Rapid AI MVP Product Development
How to move from a program increment mindset to short-term ROI in AI product development
Introduction
Large companies often approach the development of transformational AI MVPs in hefty platform builds and/or lengthy program increments. While my work has been mostly in financial services and health care, I would venture to guess that a lot of industries outside of tech plan non-trivial AI/ML products in the same way. That is, there is a lot of strategizing with a ton of decks, wireframes, rounds of user research, and meetings. Once a vision is set forth, multiple implementation squads run in parallel, and the build effort may take months before hypotheses can be tested as to whether the proposed intelligence will actually provide the product with a source of competitive advantage. With typical software development projects, the time for feedback on product features can be gathered almost instantaneously after each sprint, but that’s not possible with AI/ML products early in the MVP cycle. Read on to learn why and what can be done to improve how AI MVPs first launch.
AI MVP building blocks
My AI firm is in its infancy, and one of the challenges I faced is how to define and build an MVP to search for product-market fit. Initially, since I thought AI/ML would be at the heart of my competitive advantage, I thought that I would need several quality AI/ML capabilities in my MVP. But, then I watched a video from Y Combinator’s Start Up School describing why that’s a terrible idea outside of specific, long runway product domains such as space exploration or drug development. And tactically speaking, drawn-out AI MVP design and build cycles actually become a lot harder to plan for once you decompose the basic requirement of any successful data science or research project: quality data.
Andrew Ng, the well-known deep learning scholar from Stanford, proposed a simple, yet effective model for successful AI products. First, the product vision must be defined well enough to attract users. But then users, as they use the app, create data upon which models can be trained. Then, model insights can be brought back into the product to increase utility for users, thereby informing next steps of the product strategy and encouraging new users to join (or existing users to broaden their use). This is a virtuous cycle that can result in competitive advantage for AI products. (The diagram below reflects some of my enhancements.)

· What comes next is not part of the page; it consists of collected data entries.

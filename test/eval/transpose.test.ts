// Transpose against onnxruntime-node: random permutations of seeded random shapes, and the default (reversed).
import { describe, it } from 'vitest';
import { SEEDS, T, count, randInt, randShape, randn, rng, vsOrt } from './ort-compare.js';

describe('Transpose (outside check: onnxruntime-node)', () => {
  it('random permutations and the default perm, float and int64', async () => {
    for (const seed of SEEDS) {
      const r = rng(seed);
      const dims = randShape(r, 1, 5);
      const perm = dims.map((_, i) => i).sort(() => r() - 0.5);
      const x = { name: 'x', dims, data: randn(r, count(dims)) };
      await vsOrt('Transpose', 13, [x], { perm });
      await vsOrt('Transpose', 7, [x]);
      await vsOrt('Transpose', 13, [{ name: 'x', dims, data: randInt(r, count(dims), -9, 9), type: T.INT64 }], { perm }, [{ name: 'y', type: T.INT64 }]);
    }
  });
});
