// Reductions and ArgMax/ArgMin against onnxruntime-node on seeded random shapes: attribute axes (opset 13 for
// all but ReduceSum, 11 for ReduceSum), input axes (ReduceSum at 13), keepdims, default axes, negative axes,
// noop_with_empty_axes, and select_last_index with ties.
import { describe, it } from 'vitest';
import { SEEDS, T, count, randInt, randShape, randn, rng, vsOrt } from './ort-compare.js';

const OPS = ['ReduceMean', 'ReduceSum', 'ReduceMax', 'ReduceMin', 'ReduceL2', 'ReduceL1', 'ReduceSumSquare', 'ReduceProd', 'ReduceLogSumExp'];

function randomAxes(r: () => number, rank: number): number[] {
  const axes = Array.from({ length: rank }, (_, i) => i).filter(() => r() < 0.5).map((a) => (r() < 0.5 ? a - rank : a));
  return axes.length ? axes : [rank - 1];
}

describe('reductions (outside check: onnxruntime-node)', () => {
  for (const op of OPS) {
    it(`${op}: random axes, keepdims 0/1, default axes`, async () => {
      for (const seed of SEEDS) {
        const r = rng(seed);
        const dims = randShape(r, 1, 4);
        const x = { name: 'x', dims, data: randn(r, count(dims)) };
        const axes = randomAxes(r, dims.length);
        const opset = op === 'ReduceSum' ? 11 : 13;
        await vsOrt(op, opset, [x], { axes, keepdims: seed % 2 });
        await vsOrt(op, opset, [x], { keepdims: seed % 2 });
      }
    });
  }

  it('opset 18 input-form axes for every reduction, with noop_with_empty_axes', async () => {
    for (const seed of SEEDS.slice(0, 3)) {
      const r = rng(seed);
      const dims = randShape(r, 1, 4);
      const x = { name: 'x', dims, data: randn(r, count(dims)) };
      const axes = randomAxes(r, dims.length);
      for (const op of OPS) {
        await vsOrt(op, 18, [x, { name: 'a', dims: [axes.length], data: axes, type: T.INT64, init: true }], { keepdims: seed % 2 });
        await vsOrt(op, 18, [x]);
      }
      await vsOrt('ReduceMax', 18, [x, { name: 'a', dims: [0], data: [], type: T.INT64, init: true }], { noop_with_empty_axes: 1 });
    }
  });

  it('ReduceLogSum on positive data', async () => {
    for (const seed of SEEDS) {
      const r = rng(seed);
      const dims = randShape(r, 1, 4);
      await vsOrt('ReduceLogSum', 13, [{ name: 'x', dims, data: randn(r, count(dims)).map((v) => 0.1 + Math.abs(v)) }], { axes: randomAxes(r, dims.length), keepdims: seed % 2 });
    }
  });

  it('ReduceSum input axes at opset 13, noop_with_empty_axes, and int64 data', async () => {
    for (const seed of SEEDS) {
      const r = rng(seed);
      const dims = randShape(r, 1, 4);
      const x = { name: 'x', dims, data: randn(r, count(dims)) };
      const axes = randomAxes(r, dims.length);
      await vsOrt('ReduceSum', 13, [x, { name: 'a', dims: [axes.length], data: axes, type: T.INT64, init: true }], { keepdims: seed % 2 });
      await vsOrt('ReduceSum', 13, [x]);
      await vsOrt('ReduceSum', 13, [x, { name: 'a', dims: [0], data: [], type: T.INT64, init: true }], { noop_with_empty_axes: 1 });
      const xi = { name: 'x', dims, data: randInt(r, count(dims), -9, 9), type: T.INT64 };
      await vsOrt('ReduceSum', 13, [xi, { name: 'a', dims: [axes.length], data: axes, type: T.INT64, init: true }], {}, [{ name: 'y', type: T.INT64 }]);
    }
  });

  for (const op of ['ArgMax', 'ArgMin']) {
    it(`${op}: every axis, keepdims, select_last_index with ties`, async () => {
      for (const seed of SEEDS) {
        const r = rng(seed);
        const dims = randShape(r, 1, 4);
        const x = { name: 'x', dims, data: Float32Array.from(randInt(r, count(dims), 0, 3)) }; // small ints: many ties
        for (let axis = -dims.length; axis < dims.length; axis++) {
          for (const last of [0, 1]) {
            await vsOrt(op, 13, [x], { axis, keepdims: seed % 2, select_last_index: last }, [{ name: 'y', type: T.INT64 }]);
          }
        }
        await vsOrt(op, 11, [x], {}, [{ name: 'y', type: T.INT64 }]);
      }
    });
  }
});
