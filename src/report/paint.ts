// Colour for text reports: ANSI SGR sequences (the terminal standard, ECMA-48), or nothing at all. Callers
// decide with useColour() from format.ts: only on a TTY and never when NO_COLOR is set.
import { PAINT_MARK } from './format.js';

export interface Paint {
  good: (s: string) => string;
  warn: (s: string) => string;
  bad: (s: string) => string;
  dim: (s: string) => string;
  bold: (s: string) => string;
}

const sgr = (code: string) => (s: string) => `${PAINT_MARK}[${code}m${s}${PAINT_MARK}[0m`;
const plain = (s: string) => s;

export function paint(colour: boolean): Paint {
  if (!colour) return { good: plain, warn: plain, bad: plain, dim: plain, bold: plain };
  return { good: sgr('32'), warn: sgr('33'), bad: sgr('31'), dim: sgr('2'), bold: sgr('1') };
}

If you’re lucky enough to be in this virtuous cycle already, then congrats! But what if you’re not? How do we get it going in the MVP’s initial stages? According to YC’s school of thought, product management, software engineers, and data scientists will need to work closely to design and build an MVP within a couple of months max.
Tackling the rapid AI MVP
Let’s first assume that everyone is already on the same page regarding what problem the product is solving. Next, we need to hypothesize how intelligence can be helpful in solving the user’s needs. This can be in terms of recommendations, behavioral nudges, orchestrated journey steps, etc. Product managers can vet these ideas with actual users in wireframes and clickable prototypes, and data scientists should work with UX folks to understand how the proposed model results will appear in the experience. Additionally, data scientists can partner with domain experts to use creative thinking and social science (and other) theories to extrapolate data requirements.
In terms of implementation plan (also illustrated below):
Begin with business architecture decomposition to determine what kinds of intelligence your app may benefit from. Create your product features as usual.
Work these product features into UX screens (wireframes and/or clickable prototypes). Instead of building in actual intelligence (because you probably don’t have the right data), allude to how the app can be built to be smarter, but importantly, capture the data requirements for that intelligence to be possible
Don’t train any models at this point. Instead, data scientists should work with domain experts at this time to brainstorm data requirements. At the same time, test the utility of the product features through the UX. Does the product as designed appear likely to attract users based on qualitative feedback? If the answer is no, then iterate until you get some users interested in the product
After users start using the live product, carve out one or two simple models to deploy. This will give your data scientists and ML engineers an opportunity to test out the MVP’s AI/ML architecture without worrying too much about complex data processing pipelines
Begin A/B tests on the app to determine if the product really does benefit from the hypothesized intelligence. Preferably you’ll have enough data to start quantitative testing, but qualitative feedback is helpful, too. At this point, if the results are not promising, you may need better data or better models — but more likely, you may need to iterate on the AI/ML value proposition. Probing the value proposition is key to making sure your competitive advantage materializes down the road.
With this approach, within a few months rather than a year, you should know whether your AI product will be as successful as you envision.